UC Davis

Spinal cord injury (SCI) is a debilitating condition often resulting in motor deficits and loss of tactile sensation below the injury. The brain needs to relearn strategies to regain motor control after SCI. This ability of the brain to adapt after injury/rehabilitation is defined as neuroplasticity. Neuroplasticity in the motor cortex (M1) required to gain cortical control of trunk muscles below the injury level is not well understood after a clinically relevant incomplete mid-thoracic spinal contusion injury. After an incomplete SCI, there is a substantial spontaneous recovery of function that can be further facilitated by physical rehabilitation. The difference in cortical neuroplasticity associated with rehabilitation-assisted recovery and spontaneous recovery of function is unknown.

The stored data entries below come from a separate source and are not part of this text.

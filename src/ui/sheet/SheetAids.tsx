/**
 * What works on the drawing once it stands: the toolbar, keys and clipboard, the find field and the card of the block that is
 * pointed at. Loaded right after the drawing, with the commands behind them.
 */

import './sheet-tools.css';
import './far.css';
import '../theme/contrast.css';
import { lazy, Suspense, useEffect } from 'react';
import { useNewText } from '../annotations/useNewText.ts';
import { followPrinting } from '../printing/printed-sheet.ts';
import { usePageKeys } from '../shell/usePageKeys.ts';
import { type State, useStore } from '../store/index.ts';
import { BlockCard } from './BlockCard.tsx';
import { FindField } from './FindField.tsx';
import { SheetToolbar } from './SheetToolbar.tsx';
import { useClipboard } from './useClipboard.ts';
import { useSheetKeys } from './useSheetKeys.ts';

/** Loaded once an entry is pointed at or a hidden mode is marked. */
const TraceMarks = lazy(() => import('../trace/index.ts').then(room => ({ default: room.TraceMarks })));

const hasMarks = ({ pointing: { entry, hidden } }: State) => entry !== null || hidden.length > 0;

function EntryMarks() {
  return useStore(hasMarks) ? (
    <Suspense>
      <TraceMarks />
    </Suspense>
  ) : null;
}

export function SheetAids() {
  usePageKeys();
  useSheetKeys();
  useClipboard();
  useNewText();
  useEffect(followPrinting, []);
  return (
    <>
      <SheetToolbar />
      <FindField />
      <BlockCard />
      <EntryMarks />
    </>
  );
}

This thesis aimed to understand whether neuroplasticity in trunk M1 after rehabilitation is a mere enhancement of the learning strategy adopted by the cortex during spontaneous recovery or whether they represent a different strategy to regain control of muscle groups below the level of the lesion.

Regions within trunk M1 that control lower thoracic trunk muscle (LTM1) were specialized in the neuronal encoding of posture in intact animals. After an incomplete mid-thoracic spinal contusion injury, the network and cellular neuroplasticity in trunk M1 differed between animals that received physical rehabilitation and animals that spontaneously recovered. In animals that received the therapy, the lower thoracic trunk motor cortex (LTM1) maintained some control of trunk muscles below the injury, in addition to recruiting trunk muscles at/above the level of injury. Exercise therapy also prevented the degradation of neuronal responsiveness in the reorganized cortex to unexpected postural perturbation as well as during treadmill locomotion. This knowledge can help design activity-based therapy paradigms that improve cortical plasticity in the LTM1, relevant for postural control.